# arrimer / arrimage / désarrimage



## Leon_Izquierdo

Hola amigas/os.
Necesito vuestro punto de vista sobre el sentido de "arrimer" en la siguiente frase. He estado leyendo e investigando en diccionarios, y he visto que, además de "estibar", presenta otros sentidos más o menos figurados.
El contexto no sé si ayudará demasiado, pues la frase está en el centro de un párrafo muy complejo que habla de la relación entre filosofía y obra, y cómo, de Hegel a Nietzsche, cae la concepción de una onmi-potencia del pensamiento y se plantea la imposibilidad de un saber absoluto.

Dice así: "Toutefois, si nous nous risquons à entrevoir ce cheminement, encore devons-nous convenir que la philosophie, jusque dans les enterprises qui la poursuivent sous le couvert de son renverserment méconnaît la question qui *l'arrime* au fait de l'oeuvre".

Se me ocurre: "que la fija...", "que la vincula fija/estrechamente...", "que la emplaza..." (le pongo unas fichas a esta última opción).
Pero me gustaría oír/leer vuestras siempre excelentes sugerencias.
Merci!


----------



## Ming Dang Go

Hola,

Yo utilizaría el verbo 'anclar'. Aunque no tan abierto en su significado como 'arrimer', me parece más adecuado que fijar o vincular, pero es muy subjetivo.

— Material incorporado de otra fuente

import { readFileSync } from 'node:fs';
import path from 'node:path';
import { gzipSync } from 'node:zlib';
import { describe, expect, it } from 'vitest';

const BROWSER_DIR = path.resolve('dist/console/browser'); // built by `npm run build` before this suite
// Issue 12's bound on what a first visit downloads before any lazy route loads.
const INITIAL_GZIP_LIMIT_BYTES = 150 * 1024;

describe('the console build', () => {
  it('keeps the files index.html loads at or under 150 kB gzipped', () => {
    const html = readFileSync(path.join(BROWSER_DIR, 'index.html'), 'utf8');
    const files = [...html.matchAll(/(?:src|href)="([^"]+\.(?:js|css))"/g)].map((m) => m[1]!);
    expect(files.some((f) => f.startsWith('main'))).toBe(true);
    const gzipped = files.reduce((sum, file) => sum + gzipSync(readFileSync(path.join(BROWSER_DIR, file)), { level: 9 }).length, 0);
    console.log(`initial console files: ${files.length}, ${(gzipped / 1024).toFixed(1)} kB gzipped`);
    expect(gzipped).toBeLessThanOrEqual(INITIAL_GZIP_LIMIT_BYTES);
  });
});
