import { ChangeDetectionStrategy, Component, inject, output, signal } from '@angular/core';
import { MatButton } from '@angular/material/button';
import { MatIcon } from '@angular/material/icon';
import { MatProgressBar } from '@angular/material/progress-bar';
import { firstValueFrom } from 'rxjs';

import type { CatalogImportReport } from '../core/api-types.js';
import { problemMessage } from '../core/problem-details.js';
import { CatalogApi } from './catalog-api.js';

type ImportState =
  | { step: 'idle' }
  | { step: 'checking'; file: File }
  | { step: 'checked'; file: File; report: CatalogImportReport }
  | { step: 'importing'; file: File; report: CatalogImportReport }
  | { step: 'done'; report: CatalogImportReport }
  | { step: 'failed'; reason: string };

/**
 * A CSV upload in two steps: the API checks the file first (a dry run) and its row-by-row report is
 * shown; only a file without a bad row can then be imported, on the admin's confirmation.
 */
@Component({
  selector: 'tw-catalog-import',
  imports: [MatButton, MatIcon, MatProgressBar],
  templateUrl: './catalog-import.html',
  styleUrl: './catalog-import.scss',
  changeDetection: ChangeDetectionStrategy.OnPush,
})
export class CatalogImport {
  private readonly api = inject(CatalogApi);

  readonly imported = output<CatalogImportReport>();
  protected readonly state = signal<ImportState>({ step: 'idle' });

  protected async picked(input: HTMLInputElement): Promise<void> {
    const file = input.files?.[0];
    input.value = ''; // choosing the same file again checks it again
    if (file) await this.check(file);
  }

  async check(file: File): Promise<void> {
    this.state.set({ step: 'checking', file });
    try {
      const report = await firstValueFrom(this.api.import(file, true));
      this.state.set({ step: 'checked', file, report });
    } catch (error) {
      this.state.set({ step: 'failed', reason: problemMessage(error) });
    }
  }

  protected async confirm(): Promise<void> {
    const current = this.state();
    if (current.step !== 'checked' || current.report.errors.length > 0) return;
    this.state.set({ step: 'importing', file: current.file, report: current.report });
    try {
      const report = await firstValueFrom(this.api.import(current.file, false));
      this.state.set({ step: 'done', report });
      this.imported.emit(report);
    } catch (error) {
      this.state.set({ step: 'failed', reason: problemMessage(error) });
    }
  }

  protected reset(): void {
    this.state.set({ step: 'idle' });
  }
}
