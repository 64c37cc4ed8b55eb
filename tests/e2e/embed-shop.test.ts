/// <reference lib="dom" />
import { mkdirSync, mkdtempSync, readFileSync, rmSync } from 'node:fs';
import { createServer, type Server } from 'node:http';
import type { AddressInfo } from 'node:net';
import { tmpdir } from 'node:os';
import path from 'node:path';
import { chromium, type BrowserContext, type Page } from 'playwright-core';
import { afterAll, beforeAll, describe, expect, it } from 'vitest';
import type { EmbedManifest } from '../../api/embed/bundle.js';
import { startServerProcess, type ServerProcess } from './server-process.js';

const CHROMIUM = process.env.CHROMIUM_PATH ?? '/usr/bin/chromium';
const SCREENSHOTS = path.resolve('tests/e2e/screenshots'); // git-ignored
// Another name for this machine: the same demo shop page from an origin the key does not allow.
const ELSEWHERE = 'shop.elsewhere.test';

const dataDir = mkdtempSync(path.join(tmpdir(), 'treadwise-e2e-embed-'));
const profileDir = mkdtempSync(path.join(tmpdir(), 'treadwise-chromium-'));
let server: ServerProcess;
let shopUrl: string;
let context: BrowserContext;
let hostPage: Server | undefined;
let strictKey = '';

interface CartLine {
  sku: string;
  quantity: number;
  unitPrice: number;
}

beforeAll(async () => {
  server = await startServerProcess({ DATA_DIR: dataDir });
  mkdirSync(SCREENSHOTS, { recursive: true });
  const shop = /Demo shop: (http:\/\/\S+?)\/?\s/.exec(server.stdout());
  expect(shop, server.stdout()).not.toBeNull();
  shopUrl = shop![1]!;
  context = await chromium.launchPersistentContext(profileDir, {
    executablePath: CHROMIUM,
    headless: true,
    args: ['--headless', '--no-sandbox', '--disable-gpu', '--disable-quic', '--no-first-run', '--disable-background-networking', '--disable-component-update', '--disable-sync', `--host-resolver-rules=MAP ${ELSEWHERE} 127.0.0.1`],
  });
});

afterAll(async () => {
  await context?.close();
  hostPage?.close();
  await server?.stop();
  rmSync(dataDir, { recursive: true, force: true });
  rmSync(profileDir, { recursive: true, force: true });
});

/** A page that records every CSP violation, so "works under a strict CSP" is checked, not assumed. */
async function openPage(url: string, width: number): Promise<{ page: Page; violations: () => Promise<string[]> }> {
  const page = await context.newPage();
  await page.setViewportSize({ width, height: 900 });
  await page.addInitScript(() => {
    const seen: string[] = [];
    (window as unknown as { cspViolations: string[] }).cspViolations = seen;
    document.addEventListener('securitypolicyviolation', (e) => seen.push(`${e.violatedDirective} ${e.blockedURI}`));
  });
  await page.goto(url, { waitUntil: 'networkidle' });
  return { page, violations: () => page.evaluate(() => (window as unknown as { cspViolations: string[] }).cspViolations) };
}

/** demo-scenario.md: an Alder Row townhouse stair (14 treads, 900 mm wide, riser 185, going 250). */
async function fillAlderRow(page: Page): Promise<void> {
  await page.fill('treadwise-estimator input[data-field="treads"]', '14');
  await page.fill('treadwise-estimator input[data-field="treadWidthMm"]', '900');
  await page.fill('treadwise-estimator input[data-field="riserHeightMm"]', '185');
  await page.fill('treadwise-estimator input[data-field="goingMm"]', '250');
}

describe('the estimator on the Harbor Lane demo shop', () => {
  it('prices a stair as the shopper types and fills the shop’s basket from its event, on a phone-width page', async () => {
    const { page, violations } = await openPage(`${shopUrl}/`, 320);
    await fillAlderRow(page);
    const total = page.locator('treadwise-estimator [data-testid="total"]');
    await total.waitFor({ timeout: 30_000 });
    expect(await total.innerText()).toMatch(/^€\d{1,3}(,\d{3})*\.\d{2}$/); // locale="en-IE", catalog in EUR
    expect(await page.locator('treadwise-estimator [data-testid="checks"]').innerText()).toMatch(/checks pass/);
    expect(await page.locator('treadwise-estimator .cautions li').count()).toBeGreaterThan(0);
    // 320 px wide: nothing of the element sticks out sideways.
    expect(await page.evaluate(() => document.querySelector('treadwise-estimator')!.scrollWidth)).toBeLessThanOrEqual(320);

    const detail = page.evaluate(
      () => new Promise<{ lines: CartLine[]; currency: string }>((resolve) => document.addEventListener('treadwise-add-to-basket', (e) => resolve((e as CustomEvent).detail), { once: true })),
    );
    await page.click('treadwise-estimator [data-testid="add-to-basket"]');
    const { lines, currency } = await detail;
    expect(currency).toBe('EUR');
    expect(lines.length).toBeGreaterThan(2);
    expect(lines.some((l) => /^HL-S(24|12)-/.test(l.sku))).toBe(true); // a strip from Harbor Lane's catalog

    const rows = page.locator('[data-basket-lines] tr');
    await rows.first().waitFor();
    await page.screenshot({ path: path.join(SCREENSHOTS, 'embed-shop-phone.png'), fullPage: true });
    expect(await rows.evaluateAll((trs) => trs.map((tr) => (tr as HTMLElement).dataset.sku))).toEqual(lines.map((l) => l.sku));
    const net = lines.reduce((sum, l) => sum + Math.round(l.quantity * l.unitPrice * 100), 0) / 100;
    expect(await page.locator('[data-basket-total]').innerText()).toBe(new Intl.NumberFormat('en-IE', { style: 'currency', currency: 'EUR' }).format(net));
    expect(await violations()).toEqual([]); // the shop page's own CSP is strict (script-src self + API, style nonce)
    await page.close();
  });

  it('tells the shopper the estimator is not enabled when the same page is served from an origin the key does not allow', async () => {
    const port = new URL(shopUrl).port;
    const { page } = await openPage(`http://${ELSEWHERE}:${port}/`, 800);
    const alert = page.locator('treadwise-estimator [role="alert"]');
    await alert.waitFor({ timeout: 30_000 });
    expect(await alert.getAttribute('data-problem')).toBe('origin');
    expect(await alert.innerText()).toContain('not enabled for this website');
    await page.screenshot({ path: path.join(SCREENSHOTS, 'embed-refused-origin.png') });
    await page.close();
  });

  it('works on a host page whose CSP allows scripts only from the API, pinned by the SRI hash', async () => {
    const manifest = (await (await fetch(`${server.url}/embed/v1/manifest.json`)).json()) as EmbedManifest;
    const nonce = 'c3RyaWN0LWhvc3Q';
    hostPage = createServer((_req, res) => {
      res.setHeader(
        'Content-Security-Policy',
        `default-src 'none'; script-src ${server.url}; connect-src ${server.url}; style-src 'nonce-${nonce}'; base-uri 'none'; form-action 'none'`,
      );
      res.setHeader('Content-Type', 'text/html; charset=utf-8');
      res.end(readFileSync('tests/e2e/fixtures/strict-host.html', 'utf8')
        .replaceAll('%SCRIPT%', `${server.url}${manifest.url}`)
        .replaceAll('%INTEGRITY%', manifest.integrity)
        .replaceAll('%API%', server.url)
        .replaceAll('%KEY%', strictKey)
        .replaceAll('%NONCE%', nonce));
    });
    await new Promise<void>((resolve) => hostPage!.listen(0, '127.0.0.1', resolve));
    const origin = `http://127.0.0.1:${(hostPage.address() as AddressInfo).port}`;

    // Harbor Lane's admin makes a page key for this host, as a shop would for a new site.
    const signIn = await fetch(`${server.url}/v1/auth/sign-in`, { method: 'POST', headers: { 'content-type': 'application/json' }, body: JSON.stringify({ email: 'mira@harborlane.test', password: 'treadwise-demo' }) });
    const { accessToken } = (await signIn.json()) as { accessToken: string };
    const created = await fetch(`${server.url}/v1/keys`, {
      method: 'POST',
      headers: { 'content-type': 'application/json', authorization: `Bearer ${accessToken}` },
      body: JSON.stringify({ name: 'Strict host page', kind: 'embed', scopes: ['sizing:run', 'catalog:read'], allowedOrigins: [origin] }),
    });
    expect(created.status).toBe(201);
    strictKey = ((await created.json()) as { token: string }).token;

    const { page, violations } = await openPage(`${origin}/`, 480);
    await fillAlderRow(page);
    await page.locator('treadwise-estimator [data-testid="total"]').waitFor({ timeout: 30_000 });
    // Our shadow-root styles carry the page's nonce: the button takes its accent colour.
    expect(await page.locator('treadwise-estimator [data-testid="add-to-basket"]').evaluate((b) => getComputedStyle(b).backgroundColor)).toBe('rgb(31, 95, 139)');
    expect(await violations()).toEqual([]);
    await page.close();
  });
});

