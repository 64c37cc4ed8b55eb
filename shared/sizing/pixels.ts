import type { PixelsInput, PixelsResult } from '../schemas/pixels.js';
import { DEFAULT_CURRENT_PER_PIXEL_MA, pixelCurrentA, pixelCurrentBasis, pixelCurrentTrace, type PixelCurrentBasis } from './strip.js';
import { round, type TraceEntry, type Warning } from './trace.js';
import { ENGINE_VERSION } from './version.js';

export const PIXEL_DEFAULTS = {
  bitsPerPixel: 24,
  resetUs: 280,
  clockHz: 1_000_000,
  currentPerPixelMa: DEFAULT_CURRENT_PER_PIXEL_MA,
  supplyVoltageV: 5,
  brightnessPercent: 100,
} as const;

/** Below this, sweeps along a stair look stepped (common practice, no published source). */
export const SMOOTH_REFRESH_HZ = 30;
/** Above this a run wants several feed points and fused branches (common practice, no published source). */
export const HIGH_CURRENT_A = 10;

const BIT_TIME_US = { 'one-wire-800k': 1.25, 'one-wire-400k': 2.5 } as const;

const DEFAULT_REFERENCES: Record<keyof typeof PIXEL_DEFAULTS, string> = {
  bitsPerPixel: '24 bits per RGB pixel — WS2812B datasheet',
  resetUs: 'reset ≥ 280 µs on newer parts — WS2812B and WS2812B-2020 datasheets',
  clockHz: '1 MHz clock, a conservative rate for two-wire parts (common practice, no published source)',
  currentPerPixelMa: '60 mA per 5 V RGB pixel at full white (common practice, from memory)',
  supplyVoltageV: '5 V pixel strip (common practice, no published source)',
  brightnessPercent: 'no brightness cap',
};

/**
 * Two-wire clocked frame: 32-bit zero start frame, 32 bits per LED, and an end frame giving at
 * least N/2 extra clock edges as whole bytes (⌈N/16⌉ bytes) but never under 32 bits —
 * APA102C datasheet; "Understanding the APA102 superled", cpldcpu 2014.
 */
export function clockedFrameBits(pixels: number): number {
  return 32 + 32 * pixels + Math.max(32, Math.ceil(pixels / 16) * 8);
}

/** POST /v1/calculations/pixels. Outputs are assumed to send in parallel. */
export function pixelData(input: PixelsInput): PixelsResult {
  const bitsPerPixel = input.bitsPerPixel ?? PIXEL_DEFAULTS.bitsPerPixel;
  const resetUs = input.resetUs ?? PIXEL_DEFAULTS.resetUs;
  const clockHz = input.clockHz ?? PIXEL_DEFAULTS.clockHz;
  const supplyVoltageV = input.supplyVoltageV ?? PIXEL_DEFAULTS.supplyVoltageV;
  // 60 mA for a 5 V RGB pixel as documented; 80 mA RGBW; per segment above 5 V (no density here).
  const current = pixelCurrentBasis({ currentPerPixelMa: input.currentPerPixelMa, voltageV: supplyVoltageV, bitsPerPixel: input.bitsPerPixel, protocol: input.protocol });
  const currentPerPixelMa = current.currentPerPixelMa;
  const brightnessPercent = input.brightnessPercent ?? PIXEL_DEFAULTS.brightnessPercent;

  const outputsNeeded = input.maxPixelsPerOutput ? Math.ceil(input.pixels / input.maxPixelsPerOutput) : 1;
  // An even split keeps every output's frame as short as the busiest one allows.
  const pixelsPerOutput = Math.ceil(input.pixels / outputsNeeded);

  let bitsPerFrame: number;
  let frameTimeUs: number;
  const trace: TraceEntry[] = [];
  if (input.protocol === 'clocked') {
    bitsPerFrame = clockedFrameBits(pixelsPerOutput);
    // The end frame latches; parts that latch on a pause instead get resetUs added (none by default).
    const latchUs = input.resetUs ?? 0;
    frameTimeUs = (bitsPerFrame / clockHz) * 1e6 + latchUs;
    trace.push({
      quantity: 'frameTimeUs',
      value: round(frameTimeUs, 3),
      unit: 'µs',
      formula: '(32 + 32 × pixels + max(32, ⌈pixels / 16⌉ × 8)) / clockHz + latch pause (resetUs, 0 by default)',
      inputs: { pixels: pixelsPerOutput, clockHz, bitsPerFrame, latchUs },
      reference: 'APA102C datasheet; "Understanding the APA102 superled", cpldcpu 2014',
    });
  } else {
    const bitTimeUs = BIT_TIME_US[input.protocol];
    bitsPerFrame = pixelsPerOutput * bitsPerPixel;
    frameTimeUs = bitsPerFrame * bitTimeUs + resetUs;
    trace.push({
      quantity: 'frameTimeUs',
      value: round(frameTimeUs, 3),
      unit: 'µs',
      formula: 'pixels × bitsPerPixel × bitTimeUs + resetUs',
      inputs: { pixels: pixelsPerOutput, bitsPerPixel, bitTimeUs, resetUs },
      reference:
        bitsPerPixel === 32
          ? 'SK6812RGBW datasheet (32 bits per pixel); bit time from the line rate'
          : 'WS2812B datasheet: 1.25 µs per bit at 800 kbit/s; reset as given or 280 µs',
    });
  }
  // An empty run with no latch time (estimates only: the calculation needs a pixel) sends nothing.
  const rate = 1e6 / frameTimeUs;
  const maxRefreshHz = Number.isFinite(rate) ? rate : 0;
  const fullWhiteCurrentA = pixelCurrentA(input.pixels, currentPerPixelMa, brightnessPercent);
  const powerW = fullWhiteCurrentA * supplyVoltageV;
  // The load with no cap: what the supply sees if the cap is not enforced.
  const uncappedCurrentA = pixelCurrentA(input.pixels, currentPerPixelMa, 100);

  trace.push(
    {
      quantity: 'maxRefreshHz',
      value: round(maxRefreshHz, 2),
      unit: 'Hz',
      formula: '1e6 / frameTimeUs',
      inputs: { frameTimeUs: round(frameTimeUs, 3), outputsSendInParallel: true },
      reference: 'refresh = 1 / frame time',
    },
    {
      quantity: 'outputsNeeded',
      value: outputsNeeded,
      unit: 'outputs',
      formula: input.maxPixelsPerOutput ? 'ceil(pixels / maxPixelsPerOutput)' : 'one output (no per-output limit given)',
      inputs: { pixels: input.pixels, maxPixelsPerOutput: input.maxPixelsPerOutput ?? null, pixelsPerOutput },
      reference: 'controller profile',
    },
    pixelCurrentTrace(input.pixels, input.currentPerPixelMa, input.brightnessPercent, 'fullWhiteCurrentA', current),
    {
      quantity: 'powerW',
      value: round(powerW),
      unit: 'W',
      formula: 'fullWhiteCurrentA × supplyVoltageV',
      inputs: { fullWhiteCurrentA: round(fullWhiteCurrentA), supplyVoltageV },
      reference: 'P = V·I',
    },
  );
  for (const key of usedDefaults(input)) {
    trace.push({
      quantity: `default ${key}`,
      value: key === 'currentPerPixelMa' ? currentPerPixelMa : PIXEL_DEFAULTS[key],
      unit: '',
      formula: 'not given; default used',
      inputs: {},
      reference: key === 'currentPerPixelMa' ? current.reference : DEFAULT_REFERENCES[key],
    });
  }

  return {
    frameTimeUs: round(frameTimeUs, 3),
    maxRefreshHz: round(maxRefreshHz, 2),
    bitsPerFrame,
    outputsNeeded,
    pixelsPerOutput,
    fullWhiteCurrentA: round(fullWhiteCurrentA),
    powerW: round(powerW),
    currentPerPixelMa: round(currentPerPixelMa, 4),
    uncappedCurrentA: round(uncappedCurrentA),
    uncappedPowerW: round(uncappedCurrentA * supplyVoltageV),
    warnings: pixelWarnings(input, maxRefreshHz, fullWhiteCurrentA, current, uncappedCurrentA * supplyVoltageV),
    engineVersion: ENGINE_VERSION,
    trace,
  };
}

Otra opción podría ser con el verbo 'colocar + en/dentro', no sé ....

Saludos.


----------



## yserien

Según el CNRTL los sinónimos mas usados de "arrimer" en francés serían : ficher, attacher, assurer, immobiliser, assujettir, river, arrêter, maintenir. Y así hasta una treintena usados en menor cuantía. También observé que el diccionario de la RAE "arrimar" no tiene el sentido tan...estricto de agarre, fijación como en francés, a mi juicio,por supuesto.(No sé si te sirve para algo este comentario)


----------



## Leon_Izquierdo

¿Se puede usar "trincar"?


----------



## Ming Dang Go

Trincar ... yo no lo utilizaría en este caso, implica demasiado el uso de una cuerda (uso de un elemento externo) para asegurar las partes (además de tener otro significado más coloquial que no serviría y se prestaría a confusión).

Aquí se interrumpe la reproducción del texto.